Film And Movies

What Went Wrong With… Bad Boys For Life?

A review of Bad Boys For Life

Remember when Beverly Hills Cop got to part III and everything became trashy and unfunny? The movie was disappointing on many levels, especially since it looked and felt nothing like the first two. Well, unfortunately for fans of Bad Boys, this has also happened to your favourite franchise. Now before I go on, yes, Bad Boys I & II is up there along with Lethal Weapon 1- 3, Stakeout, Point Break, Hot Fuzz, and Dead Heat as some of the best buddy-cop movies ever made (the greatest is the often mentioned Midnight Run but that isn’t strictly a “buddy-cop” film since the duo aren’t cops). With two black leads, some explosive action and laugh-out-loud comedy, the original Bad Boys was a game-changer for Hollywood back in 1995 and it made stars out of two actors who were known more for their TV work at the time. The first two Bad Boys are grossly underrated at sites like Rotten Tomatoes but even those naysayers have to recognise that these two films are classics within the buddy-cop sub-genre. To prove that review-aggregation sites don’t work, Rotten Tomatoes are currently stating that this third movie titled Bad Boys For Life, is better than the first two, in fact it’s almost double the score! 🧐 This is quite obviously bullshit.

25 years after the first and 17 years after the second installment, we now have a third but when a sequel takes this long to arrive, everything’s changed; the actors, the characters, the story, the writers, the directors… the world. Very similar to Die Hard 4 or Terminator 3, Bad Boys 3 is a very different and disappointing film made by people who had nothing to do with the originals. These types of late-in-the-day, inferior sequels all end up looking like filmic mid-life crises with the leads trying to recapture their heyday and yes, Bad Boys For Life is in this same category.

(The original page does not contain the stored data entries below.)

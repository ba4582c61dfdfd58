import { fold } from '../cells/fold'
import type { Head } from '../columns/head'
import { isSummaryWord } from '../columns/header-words'
import type { Finding, ReadCell } from '../readers/finding'
import { columnFor, type Plan } from '../columns/plan'
import type { GridRow } from '../types'

/** Why a row is no reading. */
export function keptFinding(code: Finding['code'], message: string, detail: string, column: number | null = null): Finding {
  return { column, code, tone: 'kept', message, detail }
}

/** Cells that begin with a digit or a sign are neither headings nor words; most cells of a table are. */
const isWord = (cell: ReadCell | undefined) => cell !== undefined && cell.value === undefined && cell.text.length < 80 && !/^(?:$|[\d\s.+-])/.test(cell.text)

function says(row: readonly ReadCell[], head: GridRow | null): boolean {
  if (!head || !row.some(isWord)) return false
  const wanted = head.cells.map((cell, index) => [fold(cell.text), row[index]] as const).filter(([text]) => text !== '')
  const same = wanted.filter(([text, cell]) => cell !== undefined && isWord(cell) && fold(cell.text) === text).length
  return wanted.length >= 2 && same >= Math.max(2, wanted.length * 0.6)
}

const isCalculated = (cell: ReadCell | undefined) => /^=?(?:AVERAGE|MEDIAN|STDEV|STABW|MITTELWERT|SUM|SUMME|MOYENNE|PROMEDIO|GJENNOMSNITT)[A-Z.]*\(/i.test(cell?.formula ?? '')

function summaryFinding(cells: readonly ReadCell[], plan: Plan): Finding | null {
  const concentration = columnFor(plan, 'concentration')
  const salt = columnFor(plan, 'salt')
  const text = concentration ? cells[concentration.index]?.text.trim() ?? '' : ''
  const isWithoutConcentration = text === '' || !/\d/.test(text)
  const column = cells.findIndex(cell => isWord(cell) && isSummaryWord(fold(cell.text)))
  const isNamed = column >= 0 && (isWithoutConcentration || column === salt?.index)
  const isWorkedOut = isWithoutConcentration && cells.some(isCalculated)
  if (!isNamed && !isWorkedOut) return null
  return keptFinding('summary-row', 'A summary row', isWithoutConcentration ? 'No concentration. Kept with the file, left out of the series.' : 'It sums up other rows. Kept with the file, left out of the series.')
}

/** Why a row below the header is no reading: the header again, or a mean of the rest. */
export function keptRow(cells: readonly ReadCell[], head: Head, plan: Plan): Finding | null {
  if (says(cells, head.header) || says(cells, head.units)) return keptFinding('repeated-header', 'The header again', 'Kept with the file; the rows below it are read like those above.')
  return summaryFinding(cells, plan)
}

The main reason for this detached feeling is the lack of Michael Bay; he makes a cameo appearance in this flick but he’s not directing. Whatever I may think of the man, it cannot be ignored that Bad Boys For Life is missing that music-video slash fashion-shoot aesthetic. That visual flair that Bay brought to the first two movies, that “Bad Boys” look is nowhere to be seen. This latest film is directed by a pair of Belgian directors who attempt some copycat shots (the “Miami” sign, the Will Smith “suit flex”, and the low-angle rotating of the camera whilst Will and Martin stand up). The fact that these two haven’t put their own stamp onto it, Bad Boys For Life just ends up feeling like a cheap clone. And whilst on the topic of these two new directors, in the opening titles they are referred to as “Adil & Bilall” because we wouldn’t want to offend the general public with some foreign names. They could have gone all-out and anglicised them to “Adam & Bill”… U-S-A, U-S-A! But I digress.

Apparently, Mikey Bay commands too much money these days for the budget to pay him and to outlay for some Big Willy styles. I guess Bay could have taken a pay-cut, given that this was his cinematic debut but nah, the moron has instead made the utterly garbage 6 Underground rather than take part in a film that kick-started his career. At least Jerry Bruckheimer is still producing and there’s a few nods to Mark Mancina’s original score but other than that, this is visually and sonically another film entirely. I mean there’s a trashy reworking of “Rhythm Of The Night” by The Black Eyed Peas in there! A mid-life crisis song if I ever heard one.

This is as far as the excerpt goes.